Matt Armendariz, of the nicely photographed Matt Bites and author of On a Stick, says that taking pictures in restaurants doesn’t have to mean inconveniencing fellow customers. “It can be done well and can be done poorly,” he says, and by that he means picture quality as well as the manner in which the photos are taken. His tips for doing both well are to go early so as to disturb fewer people, ask to sit near a window for good lighting, and don’t to be afraid to contact the restaurant beforehand: “People would be surprised to see how accommodating restaurants can be, if you’re just really there to celebrate their food.”

Of course, calling ahead isn’t an option for someone hoping to review the experience anonymously. But let’s say that the photographer is careful to turn off the flash and not to disturb others — why is taking pictures during a meal still such an irksome activity for some fellow diners?

In many ways, it’s not unlike the debate over cell phones in restaurants. In a new book called Annoying: the Science of What Bugs Us, Joe Palca and Flora Lichtman discuss the cell-phone problem. Research indicates that listening to people’s cell-phone conversations bugs us not because the volume is different than an in-person conversation, but because we are programmed to fill in the blanks — we are in an “information-seeking, prediction-loving cognitive system.” Might this same explanation be used in a visual context? Perhaps it is not only the jarring flash, but the act of taking pictures itself that distracts, and therefore annoys, fellow diners. We see a camera and our instinct is to find the object of the lens.

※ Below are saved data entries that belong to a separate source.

def check_self_contained(name, dom, page_path, url, requests, proxy_seen, problems):
    for r in requests:
        if r.split("#")[0] != url:
            fail(f"{name}: the page fetched {r}")
    page_hosts = {_host_of(r) for r in requests}
    for line in proxy_seen:
        host = _host_of(line)
        if host in page_hosts or not _is_browser_service(host):
            fail(f"{name}: a request reached the network (the recording proxy saw '{line}')")
        else:
            print(f"{name}: Chromium's own background request, not the page's (none of its requests named "
                  f"{host}); it went nowhere: {line}")
    for p in problems:
        fail(f"{name}: {p}")
    for tag in FETCHING_ELEMENTS:
        if dom.find(tag):
            fail(f"{name}: holds a <{tag}> element")
    if "url(" in dom.style or "@import" in dom.style:
        fail(f"{name}: its style loads something (url( or @import)")
    for e in dom.elements:
        # (<object data=...> is caught above: the element itself is refused.)
        for attr in ("src", "srcset", "xlink:href"):
            if attr in e["attrs"]:
                fail(f"{name}: <{e['tag']} {attr}=...> loads {e['attrs'][attr]}")
        href = e["attrs"].get("href")
        if href is None or href.startswith("#"):
            continue
        if "://" in href or href.startswith("//") or href.startswith("/") or href.startswith("data:"):
            fail(f"{name}: links outside the report: {href}")
        elif not os.path.exists(os.path.join(os.path.dirname(page_path), href)):
            fail(f"{name}: links to {href}, which was not written")


def check_screenshot(name, png):
    img = numpy.asarray(Image.open(io.BytesIO(png)).convert("RGB"))
    not_white = numpy.any(img < 250, axis=2).mean()
    colours = len(numpy.unique(img.reshape(-1, 3)[::7], axis=0))
    print(f"{name}: screenshot {img.shape[1]}x{img.shape[0]}, {not_white:.3%} of pixels not white, "
          f"{colours} colours (in every 7th pixel)")
    if not_white <= 0.02 or colours < 8:
        fail(f"{name}: the screenshot is blank ({not_white:.3%} not white, {colours} colours)")
    return img


def read_jsonl(path):
    if not os.path.exists(path):
        return []
    with open(path) as f:
        return [json.loads(line) for line in f if line.strip()]


def check_job(name, dom, run_dir):
    points = read_jsonl(os.path.join(run_dir, "metrics.jsonl"))
    with open(os.path.join(run_dir, "result.json")) as f:
        result = json.load(f)
    fails = read_jsonl(os.path.join(run_dir, "failures.jsonl"))
    sets = list(result["iia_by_set"])
    expected = ["acc_held_out", "iia_held_out", "iia_changed_held_out"] + ["iia_by_set." + s for s in sets]

    def metric(point, key):
        v = point
        for part in key.split("."):
            v = v.get(part) if isinstance(v, dict) else None
        return v

    curves = dom.find("polyline", "curve")
    keys = [c["attrs"].get("data-series") for c in curves]
    for key in expected:
        if keys.count(key) != 1:
            fail(f"{name}: {keys.count(key)} curves of {key}, expected 1")
            continue
        c = curves[keys.index(key)]
        vertices = len(c["attrs"].get("points", "").split())
        want = sum(1 for p in points if isinstance(metric(p, key), dict))
        if vertices != want:
            fail(f"{name}: the curve of {key} has {vertices} points, metrics.jsonl has {want}")
        if not [b for b in dom.find("polygon", "band") if b["attrs"].get("data-series") == key]:
            fail(f"{name}: the curve of {key} has no interval band")
    extra = [k for k in keys if k not in expected and k not in ("loss_task", "loss_interchange")]
    if extra:
        fail(f"{name}: curves of unexpected series {extra}")

    refs = {r["attrs"].get("data-reference"): float(r["attrs"]["data-value"]) for r in dom.find("line", "reference")
            if "data-value" in r["attrs"]}
    want_refs = {"unchanged_floor": result["unchanged_floor"],
                 "control_untrained_network.iia_held_out": result["control_untrained_network"]["iia_held_out"]["value"],
                 "control_random_units.iia_held_out": result["control_random_units"]["iia_held_out"]["value"]}
    for s in sets:
        want_refs["control_random_units.iia_by_set." + s] = result["control_random_units"]["iia_by_set"][s]["value"]
    for key, value in want_refs.items():
        if key not in refs:
            fail(f"{name}: no reference line {key}")
        elif not math.isclose(refs[key], value, rel_tol=1e-5, abs_tol=1e-9):
            fail(f"{name}: reference line {key} at {refs[key]}, result.json has {value}")

    rows = {r["attrs"]["data-key"]: cells(r) for r in dom.find("tr") if "data-key" in r["attrs"]}
    table_keys = ["acc_train", "acc_held_out", "iia_held_out", "iia_changed_held_out"] + \
        ["iia_by_set." + s for s in sets] + \
        ["control_untrained_network.iia_held_out", "control_untrained_network.iia_changed_held_out",
         "control_random_units.iia_held_out", "control_random_units.iia_changed_held_out"] + \
        ["control_random_units.iia_by_set." + s for s in sets]
    compared = 0
    for key in table_keys:
        acc = metric(result, key)
        if key not in rows:
            fail(f"{name}: the final-figures table has no row {key}")
            continue
        row = rows[key]
        for field in ("value", "lo", "hi"):
            if row.get(field) != fixed3(acc[field]):
                fail(f"{name}: {key}.{field} shows {row.get(field)}, result.json has {acc[field]}")
            compared += 1
        for field in ("correct", "n"):
            if row.get(field) != str(acc[field]):
                fail(f"{name}: {key}.{field} shows {row.get(field)}, result.json has {acc[field]}")
            compared += 1
    if rows.get("unchanged_floor", {}).get("value") != fixed3(result["unchanged_floor"]):
        fail(f"{name}: unchanged_floor shows {rows.get('unchanged_floor')}, result.json has {result['unchanged_floor']}")

    for s, matrix in result["confusion"]["by_set"].items():
        tables = [t for t in dom.find("table", "confusion") if t["attrs"].get("data-set") == s]
        if len(tables) != 1:
            fail(f"{name}: {len(tables)} confusion tables of set {s}")
            continue
        shown = [int(c["attrs"]["data-count"]) for c in _descendants(tables[0])
                 if c["tag"] == "td" and "data-count" in c["attrs"]]
        flat = [v for row in matrix for v in row]
        if shown != flat:
            fail(f"{name}: confusion of {s} shows {shown}, result.json has {flat}")
        compared += len(flat)
    table = dom.find("table", id="failures-table")
    shown_failures = len([r for r in _descendants(table[0]) if r["tag"] == "tr"]) - 1 if table else 0
    if shown_failures != len(fails):
        fail(f"{name}: {shown_failures} failing triples shown, failures.jsonl has {len(fails)}")
    print(f"{name}: {len(curves)} curves, {len(refs)} reference lines, {compared} table numbers compared, "
          f"{shown_failures} failing triples")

I’d like to propose another explanation for guest irritation: technological burnout. I know I am not alone in being interrupted all day by phone calls, text messages, and incoming e-mails. On the occasions that I manage to sneak out to a restaurant, I just want a glass of wine, something delicious to eat, a little eye contact, enough time to just enjoy myself — all fleeting, and all hard to quantify, document, or post to a Flickr page.

So this is all a good start for the would-be Ditte Isagers of the world: turn off the flash, request photos from the restaurant when possible, shoot as far away from other guests as space allows, and make any necessary table-side photos quick and subtle.

And let’s add one final guideline: If you aren’t planning on writing about your dining experience and are instead just going to upload your food photos to Facebook so that your tenth-grade lab partner can “Like” them, consider not taking the shots. Instead, enjoy your dinner, enjoy your company, and then tweet about it on the way home.

Phoebe Damrosch is the author of Service Included: Four-Star Secrets of an Eavesdropping Waiter.